The medical device industry has enjoyed tremendous growth in both revenues and the technical complexity of the products that it produces over the past 10-20 years.

Serious adverse event reports related to medical device use have outpaced industry growth by 8% per annum since 2001.1

Quality risk is not evenly distributed across the industry. This reflects the heterogeneity and complexity of the devices, manufacturers, and use environments. Cardiovascular, in vitro diagnostic (IVD), and general hospital/surgical devices account for nearly 60% of adverse events reports. Only 20 of the 1189 active product codes account for 65% of all serious adverse events reports between 2005 and 2009.

An analysis of root cause data reveals that failures in product design and manufacturing process control caused more than half of all product recalls. The root causes of quality issues are tied closely to device type. Therapeutic area was not as strong a predictor for recall root cause.

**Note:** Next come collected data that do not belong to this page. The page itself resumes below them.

// Upper/lower yield and yield-point extension; see yield_detector.hpp.
//
// ReH: the computer rule for ISO 6892-1 (from memory): a maximum followed by a
// drop of at least yield_drop_pct, with the stress then staying below it for
// yield_drop_strain_pct of strain, before yield_max_plastic_pct of plastic
// strain. Peak and drop are judged on an 8-frame moving average and the drop
// must also exceed four force-noise SDs, so noise on a continuous curve never
// looks like a yield point.
//
// End of yielding: the plateau is followed in strain bins of 0.05 %; work
// hardening has begun once three bins in a row rise more than 1 % above the
// plateau level (the median of the earlier bins). The end of the yield-point
// extension is where the tangent through those bins meets the plateau level,
// the usual graphical construction (ASTM E8 YPE, from memory).
#include "yield_detector.hpp"

#include <algorithm>

#include "least_squares.hpp"

namespace tensile {

namespace {
constexpr double bin_strain = 0.0005;
constexpr std::size_t rising_bins = 3;
constexpr std::size_t min_plateau_bins = 3;
constexpr double hardening_rise = 0.01;
}  // namespace

YieldDetector::Step YieldDetector::update(const History& h, std::size_t i, bool eligible, double plastic,
                                          double noise_MPa) {
    noise_MPa_ = noise_MPa;
    if (!points_) return search_upper(h, i, eligible, plastic, noise_MPa);
    if (!points_->end_index) return follow_plateau(h, i);
    return Step::none;
}

YieldDetector::Step YieldDetector::search_upper(const History& h, std::size_t i, bool eligible, double plastic,
                                                double noise_MPa) {
    // Peaks and drops are judged on a short moving average: the raw maximum of
    // a noisy curve sits several SDs above the curve and would make any later
    // noise dip look like a drop.
    const std::size_t slot = seen_ % smooth_frames;
    if (seen_ >= smooth_frames) smooth_sum_ -= recent_[slot];
    recent_[slot] = h.stress_MPa[i];
    smooth_sum_ += recent_[slot];
    if (++seen_ < smooth_frames) return Step::none;
    const double s = smooth_sum_ / static_cast<double>(smooth_frames);
    if (!eligible) {
        have_peak_ = false;
        return Step::none;
    }
    if (!have_peak_ || s > peak_smoothed_) {
        have_peak_ = true;
        peak_index_ = i;
        peak_smoothed_ = s;
        peak_plastic_ = plastic;
        dropped_ = false;
        return Step::none;
    }
    const double needed = std::max(peak_smoothed_ * profile_.yield_drop_pct / 100.0, 4.0 * noise_MPa);
    if (peak_smoothed_ - s >= needed) dropped_ = true;
    const bool held_below = h.strain[i] - h.strain[peak_index_] >= profile_.yield_drop_strain_pct / 100.0;
    if (!dropped_ || !held_below) return Step::none;
    if (peak_plastic_ >= profile_.yield_max_plastic_pct / 100.0) {
        have_peak_ = false;  // too late to be a yield point; keep watching for a later, real one
        return Step::none;
    }
    // ReH itself is the highest raw stress around the smoothed peak.
    std::size_t top = peak_index_ >= smooth_frames ? peak_index_ + 1 - smooth_frames : 0;
    for (std::size_t k = top; k <= std::min(i, peak_index_ + smooth_frames); ++k)
        if (h.stress_MPa[k] > h.stress_MPa[top]) top = k;
    points_ = YieldPoints{top, h.stress_MPa[top], std::nullopt, std::nullopt, std::nullopt};
    bin_start_ = h.strain[i];
    return Step::upper_confirmed;
}

YieldDetector::Step YieldDetector::follow_plateau(const History& h, std::size_t i) {
    current_.strain_sum += h.strain[i];
    current_.stress_sum += h.stress_MPa[i];
    ++current_.count;
    if (h.strain[i] < bin_start_ + bin_strain) return Step::none;
    bins_.push_back(current_);
    current_ = Bin{};
    bin_start_ = h.strain[i];

    if (bins_.size() < min_plateau_bins + rising_bins) return Step::none;
    const std::size_t k0 = bins_.size() - rising_bins;
    std::vector<double> earlier;
    earlier.reserve(k0);
    for (std::size_t k = 0; k < k0; ++k) earlier.push_back(bins_[k].stress());
    std::nth_element(earlier.begin(), earlier.begin() + static_cast<long>(k0 / 2), earlier.end());
    const double level = earlier[k0 / 2];
    for (std::size_t k = k0; k < bins_.size(); ++k) {
        if (bins_[k].stress() <= level * (1.0 + hardening_rise)) return Step::none;
        if (k > k0 && bins_[k].stress() <= bins_[k - 1].stress()) return Step::none;
    }

    double xs[rising_bins], ys[rising_bins];
    for (std::size_t k = 0; k < rising_bins; ++k) {
        xs[k] = bins_[k0 + k].strain();
        ys[k] = bins_[k0 + k].stress();
    }
    const double reh_strain = h.strain[points_->upper_index];
    double end_strain = xs[0];
    if (auto tangent = fit_line(xs, ys); tangent && tangent->slope > 0)
        end_strain = std::clamp((level - tangent->intercept) / tangent->slope, reh_strain, xs[0]);
    std::size_t end = points_->upper_index;
    while (end < i && h.strain[end] < end_strain) ++end;
    points_->end_index = end;
    points_->Ae = end_strain - reh_strain;
    plateau_ = level;
    settle_lower(h, end);
    return Step::end_confirmed;
}

void YieldDetector::finish(const History& h) {
    if (!points_ || points_->end_index || h.empty()) return;
    std::vector<double> all;
    for (const auto& b : bins_) all.push_back(b.stress());
    if (!all.empty()) {
        std::nth_element(all.begin(), all.begin() + static_cast<long>(all.size() / 2), all.end());
        plateau_ = all[all.size() / 2];
    } else {
        plateau_ = h.stress_MPa.back();
    }
    settle_lower(h, h.size() - 1);
}

// ReL: the lowest stress from the first return to the plateau level after the
// transient dip, up to `last`. Without such a return, the lowest after ReH.
void YieldDetector::settle_lower(const History& h, std::size_t last) {
    const std::size_t first = points_->upper_index + 1;
    if (first > last) return;
    // A dip counts when clearly below the plateau, so noise on the way down
    // from ReH is not mistaken for the return.
    const double dip = plateau_ - std::max(3.0 * noise_MPa_, 0.25 * (points_->ReH_MPa - plateau_));
    std::size_t back = last + 1;
    bool dipped = false;
    for (std::size_t k = first; k <= last; ++k) {
        if (h.stress_MPa[k] < dip) dipped = true;
        else if (dipped && h.stress_MPa[k] >= plateau_) {
            back = k;
            break;
        }
    }
    const std::size_t from = back <= last ? back : first;
    double low = h.stress_MPa[from];
    for (std::size_t k = from; k <= last; ++k) low = std::min(low, h.stress_MPa[k]);
    points_->ReL_MPa = low;
}

}  // namespace tensile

There are seven major opportunities for improving quality within the industry:

Enhanced operating systems

a. Design and reliability engineering – specifically, validation of actual product use, design-for-reliability and manufacturability, and software robustness.

b. Robust postproduction monitoring and feedback into design and manufacturing that goes beyond base compliance requirements.1For purposes of this report, the term “serious adverse events” encompasses death, life- threatening events, hospitalization, disability, congenital anomalies, and/ or required interventions, and disabilities. This term should not be confused with the regulatory definition of “serious injury,” which is defined under the medical device reporting regulations (21 CFR Part 803.3).

c. Supplier management processes, particularly in material and process change controls.

Enhanced management infrastructure

d. Quality metrics and measurement systems that go beyond regulatory compliance measures.

e. Quality organization that integrates cross-functionally throughout the organization, rather than solely focused on compliance.

f. Performance management, where those in key roles associated with quality outcomes, like design engineers, are measured and incentivized around quality performance.

Enhanced mindsets and behaviors

g. Quality culture can be improved where companies have experienced severe quality-related issues.

• Broadly, companies are experiencing three key challenges related to improving quality:

a. Low quality transparency, driven by a lack of information for consumers and decision-makers around comparative quality (i.e.,quality differences among competitor products), time to market competition, and cost pressures, limits significant quality upgrades. However, the economics of quality may be changing as risks and costs of poor quality increase and transparency into comparative quality increases.

b. Increasing complexity of medical devices and usage environments is straining the current quality system infrastructure. Companies report that they have not systematically upgraded their quality infrastructure due to the unclear economics and concerns about regulation.

c. Companies perceive that the regulatory framework is misaligned with assurance of quality outcomes, in that compliance with regulations does not ensure quality, and that current intervention practices may de-incentivize improved quality.

• Interviews and analysis also identified several steps the FDA can take to accelerate momentum around adoption of quality best practices. These steps should address seven key themes:

a. Focus regulatory efforts to address industry quality gaps.

b. Enhance visibility of comparative quality to harness market forces to drive quality.

c. Optimize consistency and clarity of Agency expectations and requirements.

d. Learn from practices of regulators of similar high-tech and complex industries.

e. Bolster data collection and analysis to maximize potential impact.

f. Leverage wealth of Agency data and analysis to continuously refine FDA’s compliance initiatives.

g. Increase level of engagement and collaboration with industry around enhancing product quality.